Data to process:
....
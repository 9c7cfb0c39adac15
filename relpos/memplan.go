package relpos

import (
	"errors"
	"fmt"
	"math/bits"
)

// DType is the element type of the planned tensors.
type DType string

// Element types.
const (
	F32  DType = "f32"
	BF16 DType = "bf16"
)

// Size returns the bytes per element, or 0 for an unknown type.
func (d DType) Size() int64 {
	switch d {
	case F32:
		return 4
	case BF16:
		return 2
	}
	return 0
}

// indexBytes is the size of one bucket index of the gather (int32).
const indexBytes = 4

// MemSpec describes one attention layer: sequence length, model dimension (all heads),
// heads, batch size, element type and, for the bucketed gather, the bucket count.
type MemSpec struct {
	Len     int   `json:"len"`
	Dim     int   `json:"dim"`
	Heads   int   `json:"heads"`
	Batch   int   `json:"batch"`
	DType   DType `json:"dtype"`
	Buckets int   `json:"buckets"`
}

// MemTerm is the memory of one tensor of the relative term.
type MemTerm struct {
	Tensor   string `json:"tensor"`    // what it holds, with its shape
	PerHead  int64  `json:"per_head"`  // bytes for one head (0 when shared by all heads)
	PerLayer int64  `json:"per_layer"` // bytes for one layer, all heads and the whole batch
	Batched  bool   `json:"batched"`   // grows with the batch size
}

// MemMethod is one way of computing the relative term of attention.
type MemMethod struct {
	Name     string    `json:"name"`
	Source   string    `json:"source"`
	Terms    []MemTerm `json:"terms"`
	PerHead  int64     `json:"per_head"`  // sum of the terms' per-head bytes
	PerLayer int64     `json:"per_layer"` // sum of the terms' per-layer bytes
}

// MemPlan is the memory of the relative term per layer for each method, and the
// relative logits that every method ends with.
type MemPlan struct {
	Spec    MemSpec     `json:"spec"`
	Methods []MemMethod `json:"methods"`
	Logits  MemTerm     `json:"logits"` // the L×L relative logits per head and batch element, common to all methods
}

var errOverflow = errors.New("memory plan: size overflows 64 bits")

// mul multiplies non-negative factors, failing on overflow.
func mul(f ...int64) (int64, error) {
	p := uint64(1)
	for _, x := range f {
		hi, lo := bits.Mul64(p, uint64(x))
		if hi != 0 || lo > 1<<62 {
			return 0, errOverflow
		}
		p = lo
	}
	return int64(p), nil
}

// PlanMemory returns the memory of the relative term per layer for:
//   - materialized: one D_h-vector per pair and head, an L×L×D tensor (Shaw et al. 2018);
//   - skewing: an L×D_h embedding matrix per head, L×D per layer (Huang et al. 2018);
//   - bucketed gather: L×B logits per head and batch element, and one L×L int32 bucket
//     index shared by heads and batch.
//
// With L = 2048, D = 512, 8 heads, float32 the first two are 8,589,934,592 B and
// 4,194,304 B per layer, the figures of Huang et al. 2018 (8.5 GB and 4.2 MB).
func PlanMemory(s MemSpec) (MemPlan, error) {
	switch {
	case s.Len < 1:
		return MemPlan{}, fmt.Errorf("memory plan: length %d, want ≥ 1", s.Len)
	case s.Dim < 1:
		return MemPlan{}, fmt.Errorf("memory plan: dim %d, want ≥ 1", s.Dim)
	case s.Heads < 1 || s.Dim%s.Heads != 0:
		return MemPlan{}, fmt.Errorf("memory plan: heads %d must be ≥ 1 and divide dim %d", s.Heads, s.Dim)
	case s.Batch < 1:
		return MemPlan{}, fmt.Errorf("memory plan: batch %d, want ≥ 1", s.Batch)
	case s.Buckets < 1:
		return MemPlan{}, fmt.Errorf("memory plan: buckets %d, want ≥ 1", s.Buckets)
	case s.DType.Size() == 0:
		return MemPlan{}, fmt.Errorf("memory plan: dtype %q is neither %q nor %q", s.DType, F32, BF16)
	}
	L, D, H, N, B, e := int64(s.Len), int64(s.Dim), int64(s.Heads), int64(s.Batch), int64(s.Buckets), s.DType.Size()
	dh := D / H
	var err error
	term := func(tensor string, batched bool, perHead ...int64) MemTerm {
		t := MemTerm{Tensor: tensor, Batched: batched}
		if err != nil {
			return t
		}
		var ph int64
		if ph, err = mul(perHead...); err != nil {
			return t
		}
		n := H
		if batched {
			if n, err = mul(H, N); err != nil {
				return t
			}
		}
		t.PerHead = ph
		t.PerLayer, err = mul(ph, n)
		return t
	}
	shared := func(tensor string, f ...int64) MemTerm {
		t := MemTerm{Tensor: tensor}
		if err == nil {
			t.PerLayer, err = mul(f...)
		}
		return t
	}
	methods := []MemMethod{
		{Name: "materialized", Source: "Shaw et al. 2018",
			Terms: []MemTerm{term(fmt.Sprintf("relative embeddings L×L×D_h = %d×%d×%d per head", L, L, dh), false, L, L, dh, e)}},
		{Name: "skewing", Source: "Huang et al. 2018",
			Terms: []MemTerm{term(fmt.Sprintf("relative embeddings L×D_h = %d×%d per head", L, dh), false, L, dh, e)}},
		{Name: "bucketed", Source: "bucket logits and gather",
			Terms: []MemTerm{
				term(fmt.Sprintf("bucket logits L×B = %d×%d per head and batch element", L, B), true, L, B, e),
				shared(fmt.Sprintf("bucket index L×L = %d×%d int32, shared", L, L), L, L, indexBytes),
			}},
	}
	logits := term(fmt.Sprintf("relative logits L×L = %d×%d per head and batch element", L, L), true, L, L, e)
	if err != nil {
		return MemPlan{}, err
	}
	for i := range methods {
		m := &methods[i]
		for _, t := range m.Terms {
			m.PerHead += t.PerHead
			m.PerLayer += t.PerLayer
		}
		if m.PerLayer < 0 {
			return MemPlan{}, errOverflow
		}
	}
	return MemPlan{Spec: s, Methods: methods, Logits: logits}, nil
}
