package relpos

import (
	"math"
	"reflect"
	"testing"
)

// TestLogRaffel checks the log scheme against the bucket values of the relative
// position bucket function published with Raffel et al. 2020 (T5), num_buckets 32,
// max_distance 128, relative_position = memory position − query position.
func TestLogRaffel(t *testing.T) {
	tests := []struct {
		name string
		dir  Mode
		want map[int64]int
	}{
		{"bidirectional", Bidirectional, map[int64]int{ // Raffel et al. 2020, bidirectional=True
			0: 0, -1: 1, -8: 8, -11: 8, -12: 9, -16: 10, -23: 11, -32: 12, -46: 13, -64: 14,
			-91: 15, -128: 15, 1: 17, 8: 24, 16: 26, 64: 30, 128: 31,
		}},
		{"causal", Causal, map[int64]int{ // Raffel et al. 2020, bidirectional=False
			-16: 16, -32: 21, -64: 26, -128: 31, 1: 0, 5: 0, 1000: 0,
		}},
	}
	for _, tt := range tests {
		t.Run(tt.name, func(t *testing.T) {
			s, err := Log(32, 128, 0, tt.dir)
			if err != nil {
				t.Fatal(err)
			}
			got := map[int64]int{}
			for d := range tt.want {
				got[d] = s.Bucket(d)
			}
			if !reflect.DeepEqual(got, tt.want) {
				t.Errorf("buckets = %v, want %v", got, tt.want)
			}
		})
	}
}

// TestLogMatchesFormula compares every magnitude up to twice max with the real-valued
// formula of Raffel et al. 2020, away from the exact log edges where float rounding
// decides (those are pinned by TestLogRaffel and by the integer comparison).
func TestLogMatchesFormula(t *testing.T) {
	for _, c := range []struct{ buckets, max int }{{32, 128}, {64, 256}, {16, 1000}, {128, 4096}} {
		for _, dir := range []Mode{Causal, Bidirectional} {
			s, err := Log(c.buckets, c.max, 0, dir)
			if err != nil {
				t.Fatal(err)
			}
			side := c.buckets
			if dir == Bidirectional {
				side /= 2
			}
			me := side / 2
			for d := int64(-2 * int64(c.max)); d <= 2*int64(c.max); d++ {
				n, off := -d, 0
				if dir == Bidirectional {
					if n < 0 {
						off, n = side, -n
					}
				} else if n < 0 {
					n = 0
				}
				want := int(n)
				if n >= int64(me) {
					v := math.Log(float64(n)/float64(me)) / math.Log(float64(c.max)/float64(me)) * float64(side-me)
					if math.Abs(v-math.Round(v)) < 1e-9 {
						continue // on a log edge
					}
					want = min(me+int(v), side-1)
				}
				if got := s.Bucket(d); got != want+off {
					t.Fatalf("%s: bucket(%d) = %d, want %d", s.Name, d, got, want+off)
				}
			}
		}
	}
}

// TestLinearTenTokens: the relative position matrix r_ij = j − i of a 10-token
// sequence clipped at k = 7 (fact of the trade, Shaw et al. 2018 clipping): of the 100
// pairs, exactly 6 have |j − i| > 7 and saturate, so coverage is 94 %.
func TestLinearTenTokens(t *testing.T) {
	s, err := Linear(1, 7)
	if err != nil {
		t.Fatal(err)
	}
	pairs, sat := 0, 0
	for i := int64(0); i < 10; i++ {
		for j := int64(0); j < 10; j++ {
			pairs++
			if s.Saturation(j-i) != SatNone {
				sat++
			}
			if want := int(min(max(j-i, -7), 7) + 7); s.Bucket(j-i) != want {
				t.Errorf("bucket(%d) = %d, want %d", j-i, s.Bucket(j-i), want)
			}
		}
	}
	if pairs != 100 || sat != 6 {
		t.Errorf("pairs %d saturated %d, want 100 and 6", pairs, sat)
	}
}

func TestLinearWidth(t *testing.T) {
	// bucket = clip(trunc(Δ/width), −k, k) + k (Shaw et al. 2018 with a width).
	s, err := Linear(10, 3)
	if err != nil {
		t.Fatal(err)
	}
	for d := int64(-100); d <= 100; d++ {
		q := d / 10 // Go truncates toward zero
		want := int(min(max(q, -3), 3) + 3)
		wantSat := SatNone
		if q < -3 {
			wantSat = SatLow
		} else if q > 3 {
			wantSat = SatHigh
		}
		if got := s.Bucket(d); got != want {
			t.Fatalf("bucket(%d) = %d, want %d", d, got, want)
		}
		if got := s.Saturation(d); got != wantSat {
			t.Fatalf("saturation(%d) = %d, want %d", d, got, wantSat)
		}
	}
}

func TestEdgesScheme(t *testing.T) {
	s, err := EdgesScheme([]int64{-10, -5, 0, 1})
	if err != nil {
		t.Fatal(err)
	}
	got := [][2]int{}
	for _, d := range []int64{-11, -10, -6, -5, -1, 0, 1, 50} {
		got = append(got, [2]int{s.Bucket(d), s.Saturation(d)})
	}
	want := [][2]int{{0, SatLow}, {0, 0}, {0, 0}, {1, 0}, {1, 0}, {2, 0}, {2, SatHigh}, {2, SatHigh}}
	if !reflect.DeepEqual(got, want) {
		t.Errorf("got %v, want %v", got, want)
	}
}

func TestSchemeErrors(t *testing.T) {
	for _, tt := range []struct {
		name string
		f    func() error
	}{
		{"width 0", func() error { _, err := Linear(0, 3); return err }},
		{"clip negative", func() error { _, err := Linear(1, -1); return err }},
		{"log odd bidirectional", func() error { _, err := Log(31, 128, 0, Bidirectional); return err }},
		{"log max too small", func() error { _, err := Log(32, 8, 0, Bidirectional); return err }},
		{"log bad direction", func() error { _, err := Log(32, 128, 0, "both"); return err }},
		{"edges unsorted", func() error { _, err := EdgesScheme([]int64{0, 0}); return err }},
		{"edges one", func() error { _, err := EdgesScheme([]int64{0}); return err }},
	} {
		if tt.f() == nil {
			t.Errorf("%s: no error", tt.name)
		}
	}
}

// Segments must cover every offset exactly once, in order.
func TestSegmentsCover(t *testing.T) {
	var schemes []*Scheme
	for _, f := range []func() (*Scheme, error){
		func() (*Scheme, error) { return Linear(1, 0) },
		func() (*Scheme, error) { return Linear(7, 5) },
		func() (*Scheme, error) { return Log(32, 128, 0, Causal) },
		func() (*Scheme, error) { return Log(32, 128, 0, Bidirectional) },
		func() (*Scheme, error) { return Log(8, 9, 0, Bidirectional) },
		func() (*Scheme, error) { return EdgesScheme([]int64{-3, 7}) },
	} {
		s, err := f()
		if err != nil {
			t.Fatal(err)
		}
		schemes = append(schemes, s)
	}
	for _, s := range schemes {
		segs := s.Segments()
		if segs[0].Lo != math.MinInt64 || segs[len(segs)-1].Hi != math.MaxInt64 {
			t.Errorf("%s: open ends missing", s.Name)
		}
		for i, g := range segs {
			if g.Lo > g.Hi || g.Bucket < 0 || g.Bucket >= s.Buckets() {
				t.Errorf("%s: bad segment %d %+v", s.Name, i, g)
			}
			if i > 0 && g.Lo != segs[i-1].Hi+1 {
				t.Errorf("%s: gap before segment %d", s.Name, i)
			}
		}
	}
}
....
Exercise: Set down the lines above as they stand, starting with the first line and ending with the line that contains "MemSpec describes one".

Problem solution:
repository 9c7cfb0c39adac15
filename relpos/memplan.go
package relpos

import (
	"errors"
	"fmt"
	"math/bits"
)

// DType is the element type of the planned tensors.
type DType string

// Element types.
const (
	F32  DType = "f32"
	BF16 DType = "bf16"
)

// Size returns the bytes per element, or 0 for an unknown type.
func (d DType) Size() int64 {
	switch d {
	case F32:
		return 4
	case BF16:
		return 2
	}
	return 0
}

// indexBytes is the size of one bucket index of the gather (int32).
const indexBytes = 4

// MemSpec describes one attention layer: sequence length, model dimension (all heads),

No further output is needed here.